I've fallen behind a bit on my Freddie Mercury blogging goal; I intend to remedy this within the next couple of days. In the mean time, if you really hate reading/listening to people bitch and complain, stop reading here.
I'm sick and tired of having so many ups and downs. For a bit of each day I will feel fine (or my version of fine, which is not really "fine" at all if you go by the definition). Then the following feelings will come in no particular order: anxiety, sadness, a deeper sadness, anger, annoyance, irritability and worthlessness. Potentially a mild panic attack may also occur.
Some days are better than others, of course, with more time spent feeling "fine". Certain weekdays are particularly bad for me. I don't know why with any certainty. But look out for extra online bitching and whining on Thursdays and Fridays.
I'm so tired of it. It's making my OCD worse. By that I don't mean washing my hands or checking locks obsessively. I mean dark, hurtful imagery that pops into my mind unbidden. And repeatedly. Very disturbing images. If you've experienced it you'll know what I mean. If you haven't you might think I'm either a freak or an extra big whiner. (I mean if it's not a gaping wound or horrid disease I should just shut up and quit complaining right?!)
The past few months have been extra stressful for me. I am trying to work through my issues, but I know that I haven't been doing it in the best possible way.
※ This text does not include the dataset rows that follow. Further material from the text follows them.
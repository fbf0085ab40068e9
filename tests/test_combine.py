"""Stints of traded players: kept as stints, combined with sample weights, totals never double-counted."""

from __future__ import annotations

import numpy as np
import pandas as pd
import pytest

from drift.intake._stints import combine_stints
from drift.intake.features import feature_spec


def _traded():
    base = {"player_id": "T1", "player": "Traded One", "season": "2022-23"}
    rows = [
        {**base, "team": "AAA", "games": 30, "minutes": 600, "share_spot_up": 0.5, "ppp_spot_up": 1.2, "usage_pct": 15.0},
        {**base, "team": "BBB", "games": 40, "minutes": 1400, "share_spot_up": 0.2, "ppp_spot_up": 0.9, "usage_pct": 25.0},
        {"player_id": "S1", "player": "Stays", "season": "2022-23", "team": "AAA", "games": 70, "minutes": 2000,
         "share_spot_up": 0.3, "ppp_spot_up": 1.0, "usage_pct": 20.0},
    ]
    t = pd.DataFrame(rows)
    t["source_file"], t["source_row"] = "x.csv", range(2, 2 + len(t))
    return t


_TOTAL = {"player_id": "T1", "player": "Traded One", "season": "2022-23", "team": "TOT", "games": 70,
          "minutes": 2000, "share_spot_up": 0.31, "ppp_spot_up": 1.01, "usage_pct": 22.0,
          "source_file": "x.csv", "source_row": 9}


def test_stints_kept_and_season_combined_by_minutes():
    spec = feature_spec(("share_spot_up", "ppp_spot_up", "usage_pct"))
    seasons, stints = combine_stints(_traded(), spec)
    assert list(stints["stint"]) == [1, 2] and list(stints["team"]) == ["AAA", "BBB"]
    row = seasons.set_index("player_id").loc["T1"]
    assert row["games"] == 70 and row["minutes"] == 2000
    assert row["team"] == "AAA/BBB" and row["n_stints"] == 2
    # shares and rates weighted by minutes (hand computation)
    assert row["usage_pct"] == pytest.approx((600 * 15 + 1400 * 25) / 2000)
    assert row["share_spot_up"] == pytest.approx((600 * 0.5 + 1400 * 0.2) / 2000)
    # an efficiency is weighted by its play type's sample: minutes x share
    w1, w2 = 600 * 0.5, 1400 * 0.2
    assert row["ppp_spot_up"] == pytest.approx((w1 * 1.2 + w2 * 0.9) / (w1 + w2))


def test_total_row_is_used_and_minutes_are_not_counted_twice():
    t = _traded()
    t = pd.concat([t, pd.DataFrame([_TOTAL])], ignore_index=True)
    seasons, stints = combine_stints(t, feature_spec(("share_spot_up", "ppp_spot_up", "usage_pct")),
                                     total_marker="TOT")
    row = seasons.set_index("player_id").loc["T1"]
    assert row["minutes"] == 2000 and row["usage_pct"] == 22.0 and row["share_spot_up"] == 0.31
    assert len(stints) == 2 and "TOT" not in set(stints["team"])
    assert len(seasons) == 2


def test_stint_column_orders_stints():
    t = _traded()
    t["stint"] = [2, 1, 1]
    _, stints = combine_stints(t, feature_spec(("share_spot_up", "ppp_spot_up", "usage_pct")))
    assert list(stints["team"]) == ["BBB", "AAA"]


def test_unused_play_type_in_one_stint():
    t = _traded()
    t.loc[0, "ppp_spot_up"] = np.nan
    t.loc[0, "share_spot_up"] = 0.0
    seasons, _ = combine_stints(t, feature_spec(("share_spot_up", "ppp_spot_up", "usage_pct")))
    assert seasons.set_index("player_id").loc["T1", "ppp_spot_up"] == pytest.approx(0.9)


def test_total_row_wins_over_a_lone_stint():
    t = _traded().iloc[[1, 2]]  # only the second stint of the traded player is in the file
    t = pd.concat([t, pd.DataFrame([_TOTAL])], ignore_index=True)
    seasons, stints = combine_stints(t, feature_spec(("share_spot_up", "ppp_spot_up", "usage_pct")),
                                     total_marker="TOT")
    assert len(seasons) == 2 and stints.empty
    assert seasons.set_index("player_id").loc["T1", "minutes"] == 2000


# --- combined rows found from the data, whatever their marker ------------------------------------

def _league():
    from exports import small_league

    return small_league(seasons=("2022-23", "2023-24"), traded=3, three_teams=1, seed=4)


def test_no_combined_row_in_an_export_without_them():
    from drift.intake._stints import find_combined

    t = _league()
    t["source_file"], t["source_row"] = "x.csv", range(2, 2 + len(t))
    assert find_combined(t, total_marker="TOT").empty  # traded players' stints are never taken for totals


@pytest.mark.parametrize("marker, how", [("TOT", "marker"), ("{n}TM", "sum"), ("SUM", "sum")])
def test_combined_rows_are_found_by_marker_or_sums(marker, how):
    from exports import with_combined_rows

    from drift.intake._stints import find_combined

    t = with_combined_rows(_league(), marker)
    t["source_file"], t["source_row"] = "x.csv", range(2, 2 + len(t))
    found = find_combined(t, total_marker="TOT")
    assert len(found) == 8 and set(found["how"]) == {how}  # 4 traded players x 2 seasons
    assert set(found["team"]) == ({"TOT"} if marker == "TOT" else {"SUM"} if marker == "SUM" else {"2TM", "3TM"})


def test_combined_rows_whose_sums_are_off_are_found_by_their_team():
    from exports import with_combined_rows

    from drift.intake._stints import find_combined

    t = with_combined_rows(_league(), "{n}TM")
    t["minutes"] = t["minutes"].astype(float)
    combined = t["team"].str.endswith("TM")
    t.loc[combined, "minutes"] *= 1.15  # an export whose totals count something more (overtime, ...)
    t["source_file"], t["source_row"] = "x.csv", range(2, 2 + len(t))
    found = find_combined(t, total_marker=None)
    assert len(found) == 8 and set(found["how"]) == {"label"}


def test_a_team_with_players_of_its_own_is_never_a_combined_row():
    from exports import with_combined_rows

    from drift.intake._stints import find_combined

    t = with_combined_rows(_league(), "{n}TM")
    t["minutes"] = t["minutes"].astype(float)
    t.loc[t["team"].str.endswith("TM"), "minutes"] *= 1.06
    t.loc[t["team"].str.endswith("TM"), "team"] = "ALD"  # a real team's name on the total rows
    t = t.drop_duplicates(["player_id", "season", "team"])
    t["source_file"], t["source_row"] = "x.csv", range(2, 2 + len(t))
    assert find_combined(t, total_marker=None).empty  # no sum matches and ALD is a team: stints stay


def test_an_export_with_2tm_rows_is_read_like_one_without(tmp_path):
    import warnings

    from exports import with_combined_rows, write_text_export

    from drift.api import prepare
    from drift.errors import DataQualityWarning

    league = _league()
    write_text_export(league, tmp_path / "plain")
    write_text_export(with_combined_rows(league, "{n}TM"), tmp_path / "totals")
    plain = prepare(tmp_path / "plain")
    with pytest.warns(DataQualityWarning, match=r"8 combined row\(s\) .* 8 as the sum of the player's other rows"):
        totals = prepare(tmp_path / "totals")
    key = ["season", "player_id"]
    a, b = plain.seasons.sort_values(key).reset_index(drop=True), totals.seasons.sort_values(key).reset_index(drop=True)
    assert len(a) == len(b) and not b["team"].str.contains("TM").any()
    pd.testing.assert_frame_equal(a[key + ["games", "minutes", "possessions", "team", "n_stints"]],
                                  b[key + ["games", "minutes", "possessions", "team", "n_stints"]])
    assert not totals.stints["team"].str.contains("TM").any() and len(totals.stints) == len(plain.stints)
    assert len(totals.combined) == 8 and any("8 combined row(s)" in n for n in totals.reading.notes)
    with warnings.catch_warnings():
        warnings.simplefilter("error")
        assert plain.combined.empty and not any("combined" in n for n in plain.reading.notes)


def test_marker_rows_are_counted_and_said_without_a_warning(tmp_path):
    import warnings

    from exports import with_combined_rows, write_text_export

    from drift.api import prepare

    write_text_export(with_combined_rows(_league(), "TOT"), tmp_path)
    with warnings.catch_warnings():
        warnings.simplefilter("error")  # the config's own marker: nothing to warn about
        prepared = prepare(tmp_path)
    assert list(prepared.combined["how"].unique()) == ["marker"]
    assert any("8 by the team marker 'TOT'" in n for n in prepared.reading.notes)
It's hard when I feel like I can't rely on myself to have my own best interests at heart.
I get angry and I want to lash out at those who are close to me, particularly if I feel that they have contributed to my stress. All that accomplishes is alienating myself, hating myself for feeling petty/vengeful, and causing those close to me stress and/or grief. I'm sick of it.
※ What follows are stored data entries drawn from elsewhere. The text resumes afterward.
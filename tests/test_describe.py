"""Role names in the trade's vocabulary, never repeated; descriptions from the features."""

from __future__ import annotations

from conftest import borrowed_labels

from drift.model.describe import NAME_MIN_SCORE, ROLE_VOCABULARY, describe_role, name_roles

#: the demo league's true archetypes (drift/sim/demo.py) and what a coach would call them
DEMO_NAMES = {"lead_creator": "pick-and-roll playmaker", "handoff_guard": "handoff guard",
              "spot_up_wing": "spot-up wing", "transition_wing": "transition attacker",
              "rim_runner": "rim-running big", "post_hub": "post-up big", "pick_and_pop_big": "pick-and-pop big"}


def test_demo_roles_get_the_names_of_their_true_archetypes(demo_model, demo_analysis, demo_truth):
    placed = demo_analysis.placements.merge(demo_truth.drop_duplicates(["player_id", "season"]),
                                            on=["player_id", "season"])
    majority = placed.groupby("role")["true_role"].agg(lambda s: s.value_counts().index[0])
    names = dict(zip(demo_model.role_ids_, demo_model.role_names_))
    assert {rid: names[rid] for rid in majority.index} == {rid: DEMO_NAMES[t] for rid, t in majority.items()}
    assert all(d and "," in d for d in demo_model.role_descriptions_)  # the feature list stays beside it


def test_names_never_repeat():
    z = {"share_spot_up": 1.5, "three_pa_rate": 1.2, "usage_pct": -0.8, "drb_pct": -0.4}
    names = name_roles([z, dict(z), {k: v * 0.9 for k, v in z.items()}])
    assert len(set(names)) == 3 and names[0] == "spot-up wing"


def test_weak_profiles_keep_feature_names_and_given_names_are_kept():
    weak = {"share_spot_up": 0.55, "three_pa_rate": 0.1, "usage_pct": 0.0, "drb_pct": 0.3}
    strong = {"share_spot_up": 1.5, "three_pa_rate": 1.2, "usage_pct": -0.8, "drb_pct": -0.4}
    names = name_roles([weak, strong], given=[None, "Corner specialist"])
    assert names[1] == "Corner specialist"
    assert names[0] == "spot-up heavy, high defensive rebounding"  # below NAME_MIN_SCORE: features name it
    assert NAME_MIN_SCORE > 0


def test_unknown_features_fall_back_to_distinct_feature_names():
    a = {"hustle_pct": 2.0, "deflection_rate": 1.0}
    names = name_roles([a, dict(a)])
    assert names[0] == "high hustle pct, high deflection rate" and names[1] != names[0]


def test_vocabulary_reuses_no_published_role_label():
    # the check itself catches each label, in any spelling (the names this vocabulary replaced)
    replaced = ["primary ball handler", "Combo guard", "slasher", "movement shooter", "stretch_big",
                "Perimeter-stopper", "stretch bigs"]
    assert all(borrowed_labels(name) for name in replaced)
    assert not borrowed_labels("combination lineup, combustion")  # only the whole word
    assert {name: borrowed_labels(name) for name in ROLE_VOCABULARY if borrowed_labels(name)} == {}
    assert len({name.lower() for name in ROLE_VOCABULARY}) == len(ROLE_VOCABULARY)


def test_every_vocabulary_name_can_be_reached():
    for name, recipe in ROLE_VOCABULARY.items():
        z = {f: 2.0 * w for f, w in recipe}
        assert name_roles([z])[0] == name, name


def test_description_lists_largest_differences():
    assert describe_role({"share_cut": 1.5, "stl_pct": -2.0, "ts_pct": 0.1}, n=2) == "low steal rate, cutting heavy"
However, if I try to hold it in or ignore it, it boils over and eats at me from the inside. I've tried talking to those I'm angry with, and while I might feel better while talking to them there is no real resolution to my issues. I wish I could just walk away from everything, but that's not possible.
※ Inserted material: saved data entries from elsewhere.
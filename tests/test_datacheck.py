"""drift check: a dry run that says how every column was read, end to end through main(argv)."""

from __future__ import annotations

from conftest import DEMO, small_table

from drift.cli import main


def _config(tmp_path, text):
    path = tmp_path / "drift.toml"
    path.write_text(text)
    return str(path)


def test_check_on_a_real_export_explains_every_column(tmp_path, capsys):
    from exports import COLUMN_MAP, write_export

    write_export(DEMO, tmp_path / "export")
    config = _config(tmp_path, "[columns]\n" + "".join(f'{k} = "{v}"\n' for k, v in COLUMN_MAP.items()))
    code = main(["check", str(tmp_path / "export"), "--config", config])
    out = capsys.readouterr().out
    assert code == 0
    assert "A run would work: 1939 player-seasons pass the filters." in out  # the demo's count
    lines = {ln.split()[0]: ln for ln in out.splitlines() if ln.startswith("  ") and ln.split()}
    assert "feature: share_isolation" in lines["ISO_FREQ"] and "isolation" in lines["ISO_FREQ"]
    assert "efficiency" in lines["PRBALLHANDLER_PPP"] and "pnr_handler" in lines["PRBALLHANDLER_PPP"]
    assert "ignored" in lines["TEAM_ID"] and "describes the player (an id)" in lines["TEAM_ID"]
    assert "ignored" in lines["AGE"] and "(age)" in lines["AGE"]
    assert "player_id" in lines["PERSON_KEY"] and "config [columns]" in lines["PERSON_KEY"]
    assert "percent" in lines["USG_PCT"] and "fraction" in lines["TS_PCT"]
    assert "2024-25" in lines and "club_export_2024-25.xlsx, sheet 'Players'" in lines["2024-25"]
    assert "minutes per game < 10" in out


def test_check_refuses_with_the_reason_and_exit_2(tmp_path, capsys):
    from exports import write_export

    write_export(DEMO, tmp_path / "export")
    code = main(["check", str(tmp_path / "export")])
    captured = capsys.readouterr()
    assert code == 2
    assert "A run would not work:" in captured.out
    assert "sheet 'Players' lacks ['games', 'minutes', 'player_id', 'team']" in captured.err
    assert "map your names in the config's [columns] table" in captured.err


def test_check_says_when_filters_leave_too_few_and_lists_warnings(tmp_path, capsys):
    t = small_table(seasons=("2024-25",)).drop(columns="season")
    t["hustle"] = 1.0
    t.to_csv(tmp_path / "2024-25.csv", index=False)
    code = main(["check", str(tmp_path), "--min-games", "5"])
    captured = capsys.readouterr()
    assert code == 2
    assert "the pool has 6 player-seasons; at least 10 are needed" in captured.out
    assert "hustle match no name rule and are used as rate features" in captured.out
    assert "drift: error: a run would not work" in captured.err


def test_failing_check_still_shows_how_the_columns_were_read(tmp_path, capsys):
    from exports import small_league, write_text_export

    league = small_league(seasons=("2023-24",))
    league.loc[4, "orb_pct"] = 401.0
    write_text_export(league, tmp_path)
    code = main(["check", str(tmp_path)])
    captured = capsys.readouterr()
    assert code == 2
    assert "Read so far (the problem below stopped the reading)" in captured.out
    lines = {ln.split()[0]: ln for ln in captured.out.splitlines() if ln.startswith("  ") and ln.split()}
    assert "feature: orb_pct" in lines["OREB_PCT"] and "feature: share_spot_up" in lines["SPOTUP_FREQ"]
    assert "row 6, column 'OREB_PCT' (drift's orb_pct): value 401 is impossible" in captured.err


def test_check_lists_combined_rows_and_how_files_were_read(tmp_path, capsys):
    from exports import small_league, with_combined_rows, write_text_export

    league = with_combined_rows(small_league(seasons=("2023-24",), traded=2), "{n}TM")
    write_text_export(league, tmp_path, separator=";", encoding="cp1252")
    code = main(["check", str(tmp_path), "--min-games", "5"])
    out = capsys.readouterr().out
    assert code == 0
    assert "Combined rows: 2 (2 as the sum of his other rows)" in out
    assert "2TM   as the sum of his other rows" in out
    assert "text, semicolon-separated, Windows-1252" in out
    assert "read as semicolon-separated text" in out and "read as Windows-1252 text, not UTF-8" in out


def test_check_unit_column_says_per_game_minutes_were_converted(tmp_path, capsys):
    from exports import small_league, write_text_export

    league = small_league(seasons=("2023-24",))
    league["minutes"] = (league["minutes"] / league["games"]).round(1)
    write_text_export(league, tmp_path)
    main(["check", str(tmp_path)])
    out = capsys.readouterr().out
    line = next(ln for ln in out.splitlines() if ln.startswith("  MIN "))
    assert "per game -> season total" in line


def test_a_check_summarises_itself_in_one_line_a_terminal_and_a_notebook():
    import drift

    table = small_table(n_players=12, seasons=("2021-22", "2022-23"))
    table.loc[0, ["games", "minutes"]] = 3, 90  # one exclusion by the games filter (a plausible 30 a game)
    passed = drift.check(table)
    assert passed.summary() == ("check passed: 23 of 24 player-seasons pass the filters (2 season(s), "
                                "4 features, 1 table(s) read)")
    assert repr(passed).splitlines() == [f"DataCheck: {passed.summary()}",
                                         "  seasons: 2021-22 (11 kept), 2022-23 (12 kept)", "  warnings: none"]
    page = passed._repr_html_()
    assert "DataFrame &#x27;seasons&#x27;" in page and "games &lt; 20" in page and "<p>Problems: none</p>" in page
    failed = drift.check(table.drop(columns="minutes"))
    assert failed.summary().startswith("check failed: DataFrame 'seasons': missing required column(s) ['minutes']")
    assert "<li>DataFrame &#x27;seasons&#x27;: missing required column(s) [&#x27;minutes&#x27;]" in failed._repr_html_()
I think most of all I am angry and disappointed in myself. I like to think of myself as a nice and understanding person, but my actions don't always measure up to that. That only furthers my feelings of self loathing and worthlessness.
I know I'm not the only one with problems, both emotional and otherwise, but that doesn't diminish my daily struggle. Sure, I appreciate that things could be worse. But does that mean that my problems are nothing? People tell me to think of the good things I have going for me, but that doesn't negate the problems I have. I know they mean well and want me to be happy, but I also feel like they are just tired of hearing me complain. They just want me to
be happy. Honestly, I don't know how to just be happy. I don't know that it is that simple.
Not to say that I don't have happy times, because I do. They are just interspersed between lots of negative feelings. The cycles of feelings are what exhaust me so much. I just want to be content. To hell with happy. I'll leave that for when I've been content long enough to slide into boredom. (Don't want to aim too high!)
I really feel like doing mean and angry things right now. I want to piss people off. I want to make them hurt. I'm tired of taking everything to heart when others can just walk away from a situation and carry on like nothing happened (well, I know that isn't totally true, but I seem to have more trouble letting go than others do; not their fault, but they don't always take my feelings into account when doing shit that affects me).
I'm just tired of it. I wish I could just not care. I don't want to care any more. It hasn't gotten me much thus far. I'm just not like that. Yet. I feel myself becoming more apathetic and detached at times. I know that's not a healthy goal, but I'm sick of emotional pain. I'm sick of being sick of it.
If you've survived this far into my emotionally immature rant, thanks (I guess; maybe I'm sorry would be more appropriate).